▸ What you should do
Exact copies of all the entries are required.

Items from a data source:
"""
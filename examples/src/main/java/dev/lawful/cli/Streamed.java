package dev.lawful.cli;

import java.io.PrintWriter;
import java.util.ArrayList;
import java.util.List;
import java.util.function.Supplier;

/**
 * Runs a command's work over a data file in chunks ({@link Pipeline}): each worker parses a chunk's wanted columns,
 * splits them into inputs x and the rest, and hands them to the command's task; the results come back in input
 * order. Also the notes every streamed command prints: the first few values read as infinity (with the text read,
 * since {@code 1e999} becomes infinity as {@code Infinity} does), the progress display, and the refusal of a file without data rows.
 *
 * @param <W> a worker's workspace
 */
final class Streamed<W> {
    /** Values read as infinity named in notes, at most. */
    static final int NOTES = 3;

    /** The command's work on one chunk, on a worker thread. */
    interface Task<W, R> {
        /**
         * @param rows the chunk's parsed rows
         * @param x    their inputs, row-major (the first {@code inputWidth} wanted columns)
         * @param rest the other wanted columns, row-major
         * @param w    the worker's workspace
         * @return the chunk's result for the sink (may be null)
         */
        R apply(RowSource.Rows rows, double[] x, double[] rest, W w) throws Exception;
    }

    /** Takes the results in input order; returns false to stop. */
    interface Sink<R> {
        boolean accept(RowSource.Rows rows, R result) throws Exception;
    }

    /** A task that needs no sink. */
    interface Consumer<W> {
        void accept(RowSource.Rows rows, double[] x, double[] rest, W w) throws Exception;
    }

    private final List<W> workspaces;
    private final long rows;

    private Streamed(List<W> workspaces, long rows) {
        this.workspaces = workspaces;
        this.rows = rows;
    }

    /** @return every worker's workspace, to merge */
    List<W> workspaces() {
        return workspaces;
    }

    /** @return the rows read */
    long rows() {
        return rows;
    }

    /** Like {@link #run(String, RowSource, DataFiles.Selection, Lawful, PrintWriter, Supplier, int, Task, Sink)}
     * for a task whose results are merged from the workspaces only. */
    static <W> Streamed<W> run(String command, RowSource source, DataFiles.Selection sel, Lawful parent,
                               PrintWriter err, Supplier<W> workspace, Consumer<W> task, int inputWidth)
            throws CommandFailure {
        return run(command, source, sel, parent, err, workspace, inputWidth, (rows, x, rest, w) -> {
            task.accept(rows, x, rest, w);
            return null;
        }, (rows, r) -> true);
    }

    /**
     * Reads every chunk, runs the task on the workers and gives the results to the sink in input order.
     *
     * @return the workspaces and the number of rows
     * @throws CommandFailure (exit 2) when the data are malformed or cannot be read, or have no rows; any failure
     *                        the task or the sink throws as a {@code CommandFailure}
     */
    static <W, R> Streamed<W> run(String command, RowSource source, DataFiles.Selection sel, Lawful parent,
                                  PrintWriter err, Supplier<W> workspace, int inputWidth, Task<W, R> task,
                                  Sink<R> sink) throws CommandFailure {
        String prefix = "lawful " + command + ": ";
        int k = sel.columnOf().length;
        Pipeline<RowSource.Chunk, Parsed<R>, W> pipeline = new Pipeline<>(parent.threads(), workspace);
        RowProgress progress = new RowProgress(err, parent.standardErrorIsTerminal(), source.size());
        List<RowSource.NonFinite> odd = new ArrayList<>();
        long[] done = new long[2];
        List<W> workspaces;
        try {
            workspaces = pipeline.run(source::next, (chunk, w) -> {
                RowSource.Rows rows = chunk.parse(sel.columnOf(), sel.names());
                int n = rows.count();
                double[] x = Scratch.doubles(Scratch.X, n * inputWidth);
                double[] rest = Scratch.doubles(Scratch.REST, n * (k - inputWidth));
                double[] v = rows.values();
                for (int s = 0; s < n; s++) {
                    System.arraycopy(v, s * k, x, s * inputWidth, inputWidth);
                    System.arraycopy(v, s * k + inputWidth, rest, s * (k - inputWidth), k - inputWidth);
                }
                return new Parsed<>(rows, chunk.bytes(), task.apply(rows, x, rest, w));
            }, parsed -> {
                for (RowSource.NonFinite o : parsed.rows.odd()) {
                    // an infinity may come from a finite-looking text (1e999); a NaN is what the file says
                    if (odd.size() < NOTES && !Double.isNaN(o.value())) {
                        odd.add(o);
                    }
                }
                done[0] += parsed.rows.count();
                done[1] += parsed.bytes;
                progress.update(done[0], done[1]);
                return sink.accept(parsed.rows, parsed.result);
            });
        } catch (CommandFailure f) {
            throw f;
        } catch (DataException e) {
            throw new CommandFailure(Lawful.EXIT_USAGE, prefix + e.getMessage());
        } catch (java.io.IOException e) {
            throw new CommandFailure(Lawful.EXIT_USAGE, prefix + "cannot read " + source.name() + ": "
                    + CheckCommand.reason(e));
        } catch (RuntimeException e) {
            throw e;
        } catch (Exception e) {
            throw new IllegalStateException(e);
        } finally {
            progress.done();
        }
        for (RowSource.NonFinite o : odd) {
            err.println(prefix + "note: " + source.name() + ": " + source.place(o.tag()) + ", column '" + o.column()
                    + "': " + o.describe());
        }
        if (done[0] == 0) {
            throw new CommandFailure(Lawful.EXIT_USAGE, prefix + source.name() + ": no data rows after the header ("
                    + source.headerPlace() + ")");
        }
        return new Streamed<>(workspaces, done[0]);
    }

    /** A chunk's rows, size and the task's result. */
    private record Parsed<R>(RowSource.Rows rows, long bytes, R result) {
    }
}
"""
▸ Task output
filename examples/src/main/java/dev/lawful/cli/Streamed.java
package dev.lawful.cli;

import java.io.PrintWriter;
import java.util.ArrayList;
import java.util.List;
import java.util.function.Supplier;

/**
 * Runs a command's work over a data file in chunks ({@link Pipeline}): each worker parses a chunk's wanted columns,
 * splits them into inputs x and the rest, and hands them to the command's task; the results come back in input
 * order. Also the notes every streamed command prints: the first few values read as infinity (with the text read,
 * since {@code 1e999} becomes infinity as {@code Infinity} does), the progress display, and the refusal of a file without data rows.
 *
 * @param <W> a worker's workspace
 */
final class Streamed<W> {
    /** Values read as infinity named in notes, at most. */
    static final int NOTES = 3;

    /** The command's work on one chunk, on a worker thread. */
    interface Task<W, R> {
        /**
         * @param rows the chunk's parsed rows
         * @param x    their inputs, row-major (the first {@code inputWidth} wanted columns)
         * @param rest the other wanted columns, row-major
         * @param w    the worker's workspace
         * @return the chunk's result for the sink (may be null)
         */
        R apply(RowSource.Rows rows, double[] x, double[] rest, W w) throws Exception;
    }

    /** Takes the results in input order; returns false to stop. */
    interface Sink<R> {
        boolean accept(RowSource.Rows rows, R result) throws Exception;
    }

    /** A task that needs no sink. */
    interface Consumer<W> {
        void accept(RowSource.Rows rows, double[] x, double[] rest, W w) throws Exception;
    }

    private final List<W> workspaces;
    private final long rows;

    private Streamed(List<W> workspaces, long rows) {
        this.workspaces = workspaces;
        this.rows = rows;
    }

    /** @return every worker's workspace, to merge */
    List<W> workspaces() {
        return workspaces;
    }

    /** @return the rows read */
    long rows() {
        return rows;
    }

    /** Like {@link #run(String, RowSource, DataFiles.Selection, Lawful, PrintWriter, Supplier, int, Task, Sink)}
     * for a task whose results are merged from the workspaces only. */
    static <W> Streamed<W> run(String command, RowSource source, DataFiles.Selection sel, Lawful parent,
                               PrintWriter err, Supplier<W> workspace, Consumer<W> task, int inputWidth)
            throws CommandFailure {
        return run(command, source, sel, parent, err, workspace, inputWidth, (rows, x, rest, w) -> {
            task.accept(rows, x, rest, w);
            return null;
        }, (rows, r) -> true);
    }

    /**
     * Reads every chunk, runs the task on the workers and gives the results to the sink in input order.
     *
     * @return the workspaces and the number of rows
     * @throws CommandFailure (exit 2) when the data are malformed or cannot be read, or have no rows; any failure
     *                        the task or the sink throws as a {@code CommandFailure}
     */
    static <W, R> Streamed<W> run(String command, RowSource source, DataFiles.Selection sel, Lawful parent,
                                  PrintWriter err, Supplier<W> workspace, int inputWidth, Task<W, R> task,
                                  Sink<R> sink) throws CommandFailure {
        String prefix = "lawful " + command + ": ";
        int k = sel.columnOf().length;
        Pipeline<RowSource.Chunk, Parsed<R>, W> pipeline = new Pipeline<>(parent.threads(), workspace);
        RowProgress progress = new RowProgress(err, parent.standardErrorIsTerminal(), source.size());
        List<RowSource.NonFinite> odd = new ArrayList<>();
        long[] done = new long[2];
        List<W> workspaces;
        try {
            workspaces = pipeline.run(source::next, (chunk, w) -> {
                RowSource.Rows rows = chunk.parse(sel.columnOf(), sel.names());
                int n = rows.count();
                double[] x = Scratch.doubles(Scratch.X, n * inputWidth);
                double[] rest = Scratch.doubles(Scratch.REST, n * (k - inputWidth));
                double[] v = rows.values();
                for (int s = 0; s < n; s++) {
                    System.arraycopy(v, s * k, x, s * inputWidth, inputWidth);
                    System.arraycopy(v, s * k + inputWidth, rest, s * (k - inputWidth), k - inputWidth);
                }
                return new Parsed<>(rows, chunk.bytes(), task.apply(rows, x, rest, w));
            }, parsed -> {
                for (RowSource.NonFinite o : parsed.rows.odd()) {
                    // an infinity may come from a finite-looking text (1e999); a NaN is what the file says
                    if (odd.size() < NOTES && !Double.isNaN(o.value())) {
                        odd.add(o);
                    }
                }
                done[0] += parsed.rows.count();
                done[1] += parsed.bytes;
                progress.update(done[0], done[1]);
                return sink.accept(parsed.rows, parsed.result);
            });
        } catch (CommandFailure f) {
            throw f;
        } catch (DataException e) {
            throw new CommandFailure(Lawful.EXIT_USAGE, prefix + e.getMessage());
        } catch (java.io.IOException e) {
            throw new CommandFailure(Lawful.EXIT_USAGE, prefix + "cannot read " + source.name() + ": "
                    + CheckCommand.reason(e));
        } catch (RuntimeException e) {
            throw e;
        } catch (Exception e) {
            throw new IllegalStateException(e);
        } finally {
            progress.done();
        }
        for (RowSource.NonFinite o : odd) {
            err.println(prefix + "note: " + source.name() + ": " + source.place(o.tag()) + ", column '" + o.column()
                    + "': " + o.describe());
        }
        if (done[0] == 0) {
            throw new CommandFailure(Lawful.EXIT_USAGE, prefix + source.name() + ": no data rows after the header ("
                    + source.headerPlace() + ")");
        }
        return new Streamed<>(workspaces, done[0]);
    }

    /** A chunk's rows, size and the task's result. */
    private record Parsed<R>(RowSource.Rows rows, long bytes, R result) {
    }
}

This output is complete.